Ash Shuts Down European Flights

** The 2011 eruption of an Icelandic volcano is
not expected to cause as much disruption as
the 2010 event (shown here), which resulted
in thousands of flight cancellations.**

This week’s eruption of an Icelandic volcano seems to be a repeat of much of last year’s drama when a larger eruption shut down much of Europe’s airspace for nearly a week, costing billions of Euros in the process. ** **

This time around, the authorities were well prepared, though how much good that preparation is doing is open to debate. In response to heavy criticism of the way it handled last year’s ash event, Eurocontrol last month ran a large-scale test of its response plan and got to try that plan with a real-world event only weeks after the mock run.

This time around it was a different Iceland volcano, Grimsvotn, that acted up. As of Wednesday night, more than 500 flights had been delayed.

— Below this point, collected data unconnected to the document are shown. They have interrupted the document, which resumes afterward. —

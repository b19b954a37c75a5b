"""The demo's files: their README says what every column and choice is, and they tell a job."""

from __future__ import annotations

import re
import shutil
from itertools import chain
from pathlib import Path

import pytest

from gaugelog.intake.campaign import WIRES
from gaugelog.intake.circuits import ARRANGEMENTS
from gaugelog.intake.circuits import COLUMNS as CIRCUITS
from gaugelog.intake.consumables import CONSUMABLE_COLUMNS
from gaugelog.intake.criteria import STAGES
from gaugelog.intake.grids import COLUMNS as GRIDS
from gaugelog.intake.lots import LOT_COLUMNS
from gaugelog.intake.plan import load_plan
from gaugelog.intake.route import shipped_routes
from gaugelog.intake.stock import load_stock
from gaugelog.intake.typed import parse_quantity
from tests.intake.conftest import counter
from tests.intake.test_workbook import table_of, xlsx

DEMO = Path(__file__).parents[2] / "demo_project"
README = (DEMO / "README.md").read_text(encoding="utf-8")


@pytest.mark.parametrize(
    "column",
    sorted({*GRIDS.known, *CIRCUITS.known, *LOT_COLUMNS.known, *CONSUMABLE_COLUMNS.others}),
)
def test_the_readme_explains_every_column(column: str) -> None:
    explained = column.startswith("arm") or column in {"circuit"}
    assert explained or f"`{column}`" in README


@pytest.mark.parametrize("word", [*STAGES, *WIRES, *ARRANGEMENTS, *shipped_routes()])
def test_the_readme_names_every_choice(word: str) -> None:
    assert word in " ".join(README.split())


def test_every_file_of_the_demo_is_in_the_readme() -> None:
    files = {
        str(path.relative_to(DEMO))
        for path in chain(DEMO.glob("*"), DEMO.glob("*/*"))
        if path.is_file() and path.name != "README.md"
    }
    assert set() == {file for file in files if f"`{file}`" not in README}


@pytest.mark.parametrize(
    "text", [each for each in re.findall(r'`"([^"]+)"`', README) if each[0].isdigit()]
)
def test_quantities_in_the_readme_are_understood(text: str) -> None:
    units = ("GPa", "MPa", "ppm/K", "kg/m3")
    assert parse_quantity(text, units).unit in units


def _as_spreadsheet(file: Path) -> None:
    """The table as a spreadsheet program saves it, numbers as numbers, in place of the text."""
    file.with_suffix(".xlsx").write_bytes(xlsx(table_of(file)))
    file.unlink()


def test_the_plan_saved_as_spreadsheets_loads_the_same(tmp_path: Path) -> None:
    stock = load_stock([DEMO / "lots.csv"], counter())
    lots = {lot.label: lot.id for lot in stock.lots}
    from_text = load_plan(DEMO / "plan", lots=lots, new_id=counter())
    folder = Path(shutil.copytree(DEMO / "plan", tmp_path / "plan"))
    for name in ("grids", "circuits"):
        _as_spreadsheet(folder / f"{name}.csv")
    from_sheets = load_plan(folder, lots=lots, new_id=counter())
    assert (15, 14) == (len(from_text.points), len(from_text.circuits))
    assert from_text.points == from_sheets.points
    assert from_text.circuits == from_sheets.circuits
    assert from_text.campaign == from_sheets.campaign


def test_the_stock_saved_as_spreadsheets_loads_the_same(tmp_path: Path) -> None:
    names = ("lots.csv", "consumables.csv")
    from_text = load_stock([DEMO / name for name in names], counter())
    for name in names:
        shutil.copy(DEMO / name, tmp_path)
        _as_spreadsheet(tmp_path / name)
    sheets = [(tmp_path / name).with_suffix(".xlsx") for name in names]
    assert from_text == load_stock(sheets, counter())
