// SPDX-License-Identifier: GPL-3.0-or-later
#include "ident/models/state_space.h"

#include <fmt/format.h>

#include <Eigen/Dense>
#include <cmath>
#include <complex>
#include <numbers>
#include <unsupported/Eigen/MatrixFunctions>
#include <vector>

#include "ident/failure.h"

namespace hoverwright::ident {
namespace {

/// Coefficients of Π(s - root), highest power first. @throws Failure if complex roots do not come in pairs.
Eigen::VectorXd polynomial(const std::vector<std::complex<double>>& roots) {
  Eigen::VectorXcd coefficients = Eigen::VectorXcd::Ones(1);
  Eigen::VectorXd magnitude =
      Eigen::VectorXd::Ones(1);  // the same with |root|: what rounding is measured against
  for (const auto& root : roots) {
    Eigen::VectorXcd next = Eigen::VectorXcd::Zero(coefficients.size() + 1);
    Eigen::VectorXd next_magnitude = Eigen::VectorXd::Zero(coefficients.size() + 1);
    next.head(coefficients.size()) = coefficients;
    next.tail(coefficients.size()) -= root * coefficients;
    next_magnitude.head(coefficients.size()) = magnitude;
    next_magnitude.tail(coefficients.size()) += std::abs(root) * magnitude;
    coefficients = next;
    magnitude = next_magnitude;
  }
  // A pair leaves an imaginary part of a few rounding errors; 1e-9 of the magnitude is far above that and far
  // below a root without its partner.
  if ((coefficients.imag().array().abs() > 1e-9 * magnitude.array()).any())
    throw Failure(FailureKind::internal_error, "complex zeros or poles without their conjugates",
                  "transfer function", "");
  return coefficients.real();
}

struct HeldStep {
  Eigen::MatrixXd transition;  ///< exp(A t)
  Eigen::MatrixXd input;       ///< ∫₀ᵗ exp(A s) ds B
};

/// Both from one exponential of [A B; 0 0] t (Van Loan, IEEE Trans. Automatic Control 1978).
HeldStep held_step(const StateSpace& system, double span_s) {
  const Eigen::Index n = system.a.rows(), m = system.b.cols();
  Eigen::MatrixXd joint = Eigen::MatrixXd::Zero(n + m, n + m);
  joint.topLeftCorner(n, n) = system.a * span_s;
  joint.topRightCorner(n, m) = system.b * span_s;
  const Eigen::MatrixXd exponential = joint.exp();
  return {exponential.topLeftCorner(n, n), exponential.topRightCorner(n, m)};
}

void check_sizes(const StateSpace& s, double sample_rate_hz) {
  const bool consistent = s.a.rows() == s.a.cols() && s.b.rows() == s.a.rows() && s.c.cols() == s.a.rows() &&
                          s.d.rows() == s.c.rows() && s.d.cols() == s.b.cols();
  if (!consistent) throw Failure(FailureKind::internal_error, "matrix sizes do not agree", "state space", "");
  if (!(sample_rate_hz > 0.0))
    throw Failure(FailureKind::bad_input, fmt::format("sample rate {} Hz is not positive", sample_rate_hz),
                  "", "");
  if (!(s.input_delay_s * sample_rate_hz > -1.0))
    throw Failure(FailureKind::bad_input,
                  fmt::format("delay {} s is more than a sample ahead", s.input_delay_s), "", "");
}

/// Output looked at m = -τ after the sample, 0 < m < Δ: the state is still the one at the sample.
SampledStateSpace sample_ahead(const StateSpace& system, double sample_rate_hz) {
  const HeldStep whole = held_step(system, 1.0 / sample_rate_hz);
  const HeldStep ahead = held_step(system, -system.input_delay_s);
  return {whole.transition, whole.input, system.c * ahead.transition, system.d + system.c * ahead.input,
          sample_rate_hz};
}

/// States: x, then u[k-1] ... u[k-d-1] (the last only for a fraction).
SampledStateSpace sample_delayed(const StateSpace& system, double sample_rate_hz) {
  const double sample_s = 1.0 / sample_rate_hz;
  // A fraction within 1e-9 of a sample of a whole one is whole: it changes the response by less than 1e-9 of
  // a step and saves a state with a vanishing entry.
  const double delay_samples = system.input_delay_s * sample_rate_hz;
  double whole = std::floor(delay_samples);
  double fraction = delay_samples - whole;
  if (fraction > 1.0 - 1e-9) whole += 1.0;
  if (fraction < 1e-9 || fraction > 1.0 - 1e-9) fraction = 0.0;

  const HeldStep late = held_step(system, fraction * sample_s);           // old input acts first ...
  const HeldStep early = held_step(system, (1.0 - fraction) * sample_s);  // ... then the newer one
  const Eigen::Index n = system.a.rows(), m = system.b.cols(), d = static_cast<Eigen::Index>(whole);
  const Eigen::Index kept = d + (fraction > 0.0 ? 1 : 0);
  const Eigen::Index size = n + m * kept;
  SampledStateSpace sampled{Eigen::MatrixXd::Zero(size, size), Eigen::MatrixXd::Zero(size, m),
                            Eigen::MatrixXd::Zero(system.c.rows(), size),
                            Eigen::MatrixXd::Zero(system.c.rows(), m), sample_rate_hz};
  sampled.a.topLeftCorner(n, n) = late.transition * early.transition;
  const auto past = [&](Eigen::Index steps) { return n + m * (steps - 1); };  // column of u[k-steps]
  if (d == 0) {
    sampled.b.topRows(n) = early.input;
  } else {
    sampled.a.block(0, past(d), n, m) = early.input;
  }
  if (fraction > 0.0) sampled.a.block(0, past(d + 1), n, m) = early.transition * late.input;
  if (kept > 0) sampled.b.block(n, 0, m, m).setIdentity();
  for (Eigen::Index i = 2; i <= kept; ++i) sampled.a.block(past(i), past(i - 1), m, m).setIdentity();

  sampled.c.leftCols(n) = system.c;
  if (kept == 0) {
    sampled.d = system.d;
  } else {
    sampled.c.block(0, past(kept), system.c.rows(), m) = system.d;
  }
  return sampled;
}

}  // namespace

StateSpace state_space(const TransferFunction& transfer_function) {
  const Eigen::VectorXd denominator = polynomial(transfer_function.poles);
  const Eigen::VectorXd numerator = transfer_function.gain * polynomial(transfer_function.zeros);
  const Eigen::Index n = denominator.size() - 1;
  if (numerator.size() > denominator.size())
    throw Failure(FailureKind::internal_error,
                  fmt::format("{} zeros and {} poles: improper", numerator.size() - 1, n),
                  "transfer function", "");
  Eigen::VectorXd padded = Eigen::VectorXd::Zero(n + 1);
  padded.tail(numerator.size()) = numerator;

  StateSpace system{Eigen::MatrixXd::Zero(n, n), Eigen::MatrixXd::Zero(n, 1), Eigen::MatrixXd::Zero(1, n),
                    Eigen::MatrixXd::Zero(1, 1), transfer_function.delay_s};
  system.d(0, 0) = padded[0];
  if (n == 0) return system;
  system.a.row(0) = -denominator.tail(n).transpose();
  if (n > 1) system.a.bottomLeftCorner(n - 1, n - 1).setIdentity();
  system.b(0, 0) = 1.0;
  system.c.row(0) = (padded.tail(n) - padded[0] * denominator.tail(n)).transpose();
  return system;
}

Eigen::MatrixXcd SampledStateSpace::response(double frequency_hz) const {
  const std::complex<double> z = std::polar(1.0, 2.0 * std::numbers::pi * frequency_hz / sample_rate_hz);
  if (a.rows() == 0) return d.cast<std::complex<double>>();
  const Eigen::MatrixXcd resolvent = z * Eigen::MatrixXcd::Identity(a.rows(), a.rows()) - a;
  return c * resolvent.partialPivLu().solve(b.cast<std::complex<double>>()) + d.cast<std::complex<double>>();
}

SampledStateSpace sample_with_hold(const StateSpace& system, double sample_rate_hz) {
  check_sizes(system, sample_rate_hz);
  return system.input_delay_s < 0.0 ? sample_ahead(system, sample_rate_hz)
                                    : sample_delayed(system, sample_rate_hz);
}

Eigen::MatrixXd simulate(const SampledStateSpace& system, const Eigen::Ref<const Eigen::MatrixXd>& input) {
  if (input.cols() != system.b.cols())
    throw Failure(FailureKind::bad_input,
                  fmt::format("{} inputs given, {} needed", input.cols(), system.b.cols()), "", "");
  Eigen::MatrixXd output(input.rows(), system.c.rows());
  Eigen::VectorXd state = Eigen::VectorXd::Zero(system.a.rows());
  Eigen::VectorXd next(state.size());
  for (Eigen::Index k = 0; k < input.rows(); ++k) {
    output.row(k).transpose().noalias() = system.c * state + system.d * input.row(k).transpose();
    next.noalias() = system.a * state + system.b * input.row(k).transpose();
    state.swap(next);
  }
  return output;
}

}  // namespace hoverwright::ident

The Grimsvotn event has so far not been as powerful or widespread as last year's eruption of another Iceland volcano, Eyjafjallajokull. The ash plume from that event forced the cancellations of thousands of flights, with interruptions persisting for five days.

This time around most cancellations have been Scotland, where a small ash cloud was focused. A larger cloud caused delays in parts of Scandinavia, where it caused some flights to be cancelled.

Last year some airlines complained that Eurocontrol overreacted by shutting down too much airspace for too long, while pilots groups then and now are counseling caution. Ryanair conducted what it called a test flight through the area labeled by Eurocontrol as the “red zone” but Ryanair pilots reported no problems and spotted no actual ash, leading Ryanair’s president Michael O’Leary to again call the restrictions overblown. Authorities countered by questioning the validity of the flight, which was flown, they said, above the ash cloud and without any recording instrumentation.